# HTP Invertig 221 thermal over-load torture test. Real-world results. Very surprised !



## cathead (Apr 20, 2021)

It looks like the mass of the heat sink on the solid state devices was getting warmer and warmer with each weld so each time
you started welding, the times decrease a little bit.  It's best not to press one's luck as most (IGBT/transistor) failures are heat related.  
So far I have yet to see my TIG shut down but so far have not tried any large weldments.


----------



## General Zod (Apr 20, 2021)

Yes that is correct, each time the entire welder gets more and more heat-soaked, so the arc-time is shorter and shorter each time.  Luckily most HTP welders have pretty conservative protection schemes for this kind of thing so I'm not worried.  I have luck to spare.  

Obviously something like this is very un-realistic IMO, as usually there is a need to re-position, re-adjust, etc etc.  So all the little starts-n-stops help with the overall cool-down.    Over 2-3 full minutes of non-stop welding at this amperage level is definitely not the norm I'd say.  At least for non-robots.


----------



## ahazi (Apr 21, 2021)

Does the TIG torch gets very hot too with this type of duty cycle?
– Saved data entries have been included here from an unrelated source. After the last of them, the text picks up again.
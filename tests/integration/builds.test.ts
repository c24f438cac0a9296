/**
 * Builds through the API of the running test build: edits and their history, the link sheet and
 * its check, retiring, photos (type and size refused, a real one stored and shown), moving a run
 * to another build (re-analysed with that build's plan), and who may do what. Logs come from our
 * own simulator (scripts/simulator); the PNG is written by tests/helpers/tiny-png.ts.
 */
import { beforeAll, describe, expect, it } from "vitest";
import { demoCrew } from "@/db/demo-crew";
import { acceptInvitation, inviteMember } from "@/lib/crews/invitations";
import { simulateRun } from "@/scripts/simulator/simulate-run";
import { toCsv } from "@/scripts/simulator/write-logs";
import { Client } from "../helpers/http";
import { linkIn, tokenFromLink, waitForMail } from "../helpers/inbox";
import { newLead, testPassword, uniqueEmail } from "../helpers/people";
import { tinyPng } from "../helpers/tiny-png";
import { settledRun, uploadLog } from "../helpers/uploads";

type Channel = {
  channel: number;
  function: string;
  switchLabel?: string | null;
  positions?: number | null;
  engageMinUs?: number | null;
  engageMaxUs?: number | null;
  failsafeUs?: number | null;
};

/** A consistent sheet for the simulator's rover: arm on 5, mission on 6, return to home on 7. */
function roverSheet(over: Record<number, Partial<Channel>> = {}): Channel[] {
  const base: Record<number, Channel> = {
    1: { channel: 1, function: "roll" },
    2: { channel: 2, function: "throttle" },
    3: { channel: 3, function: "pitch" },
    4: { channel: 4, function: "yaw" },
    5: { channel: 5, function: "arm", switchLabel: "A", positions: 2, engageMinUs: 1800, engageMaxUs: 2100, failsafeUs: 2000 },
    6: { channel: 6, function: "mission", switchLabel: "C", positions: 3, engageMinUs: 1400, engageMaxUs: 1600, failsafeUs: 1000 },
    7: { channel: 7, function: "return-to-home", switchLabel: "C", positions: 3, engageMinUs: 1800, engageMaxUs: 2100, failsafeUs: 2000 },
  };
  return Array.from({ length: 18 }, (_, i) => ({ ...(base[i + 1] ?? { channel: i + 1, function: "unused" }), ...over[i + 1] }));
}

async function json<T = Record<string, unknown>>(res: Response, status: number): Promise<T> {
  const text = await res.text();
  expect(res.status, text).toBe(status);
  return JSON.parse(text) as T;
}

interface Finding {
  rule: string;
  severity: string;
  why: string;
  fix: string;
  runIds: number[];
  channels: number[];
}
const rules = (check: { findings: Finding[] }) => check.findings.map((f) => f.rule);

async function join(lead: Awaited<ReturnType<typeof newLead>>, role: "pilot" | "observer") {
  const email = uniqueEmail(`builds-${role}`);
  await inviteMember(lead.actor, lead.crewId, { email, role });
  await acceptInvitation(tokenFromLink(linkIn(await waitForMail(email, /invited/), "/invite/")), { name: `Builds ${role}`, password: testPassword });
  const c = new Client();
  expect(await c.signIn(email, testPassword)).toBeNull();
  return c;
}
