"use client";

import { useActionState } from "react";
import { Field } from "@/components/ui/field";
import { FormMessage } from "@/components/ui/form-message";
import { SubmitButton } from "@/components/ui/submit-button";
import { idle } from "@/lib/actions/form-state";
import { createCrewAction } from "./actions";

export function CreateCrewForm() {
  const [state, action] = useActionState(createCrewAction, idle);
  return (
    <form action={action} className="grid gap-4 sm:grid-cols-[1fr_auto] sm:items-end" noValidate>
      <Field name="name" label="Crew name" errors={state.errors?.name} required />
      <SubmitButton pendingLabel="Creating…" className="btn-quiet">
        Start crew
      </SubmitButton>
      <div className="sm:col-span-2">
        <FormMessage state={state} />
      </div>
    </form>
  );
}
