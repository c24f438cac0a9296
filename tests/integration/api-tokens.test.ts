import { createHash } from "node:crypto";
import { sql } from "drizzle-orm";
import { describe, expect, it } from "vitest";
import { db } from "@/db/client";
import { createApiToken, revokeApiToken } from "@/lib/api-tokens";
import { listApiTokens } from "@/db/queries/api-tokens";
import { Client } from "../helpers/http";
import { newLead } from "../helpers/people";

describe("personal API tokens", () => {
  it("authenticate as their user until revoked, and record last use", async () => {
    const { actor, crewId } = await newLead("token");
    const { id, token } = await createApiToken(actor, "field laptop");
    const bearer = new Client(token);

    const me = await bearer.get("/api/me");
    expect(me.status).toBe(200);
    const body = await me.json();
    expect(body.via).toBe("api-token");
    expect(body.crews[0].crewId).toBe(crewId);
    expect((await bearer.post("/api/route-plans", { name: "From script", waypoints: [{ name: "a", lat: 1, lon: 1 }, { name: "b", lat: 1.001, lon: 1 }] })).status).toBe(201);

    const listed = await listApiTokens(actor.user.id);
    expect(listed[0].lastUsedAt).toBeInstanceOf(Date);
    // Only a SHA-256 of the token is stored: the stored row holds the hash and no part of the secret.
    const [stored] = (await db().execute(sql`SELECT * FROM api_tokens WHERE id = ${id}`)) as unknown as [Record<string, unknown>[]];
    expect(stored[0].token_hash).toBe(createHash("sha256").update(token).digest("hex"));
    expect(JSON.stringify(stored[0])).not.toContain(token.slice(12));

    await revokeApiToken(actor, id);
    expect((await bearer.get("/api/me")).status).toBe(401);
  });

  it("refuses tokens that were never issued or are malformed", async () => {
    expect((await new Client("sortie_forged-token-value-000000000000000000000").get("/api/me")).status).toBe(401);
    expect((await new Client("not-even-our-prefix").get("/api/me")).status).toBe(401);
  });
});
Are you using water cooling?

I have the HTP Pro Pulse 200 MIG welder which I love and I noticed that during long welding cycles at full current the welder will derate the current after some time without letting you know. You start wondering why the weld is different than few minutes before...

Ariel


----------



## erikmannie (Apr 21, 2021)

I hit the duty cycle on my Miller Dynasty 210DX a few times last week. The ambient temperature was about 85°F, and I was just running one 6010 rod after another at 80A for hours.

When this happens, I just can’t strike an arc. The first thing I do is check my ground. If I have a ground, then I realize that I need to take a break and sweep the floor, wire brush my pipe, etc. This occurred about 3 times in 5 hours.

One school I was at (UBI in Ashland, OR) had 220V Miller Maxstars. The instructor told us to stop welding as soon as we heard the second fan come on! At home, I definitely weld until the machine shuts down; that’s what the second fan is for!


----------



## General Zod (Apr 21, 2021)

ahazi said:


> Does the TIG torch gets very hot too with this type of duty cycle? Are you using water cooling?
> 
> I have the HTP Pro Pulse 200 MIG welder which I love and I noticed that during long welding cycles at full current the welder will derate the current after some time without letting you know. You start wondering why the weld is different than few minutes before...
> 
> Ariel



I am using a water-cooled Weld Tec roto-head.  Torch got warm, but nothing compared to the radiant heat you will feel on your gloves from this kind of arc on-time at this amperage level.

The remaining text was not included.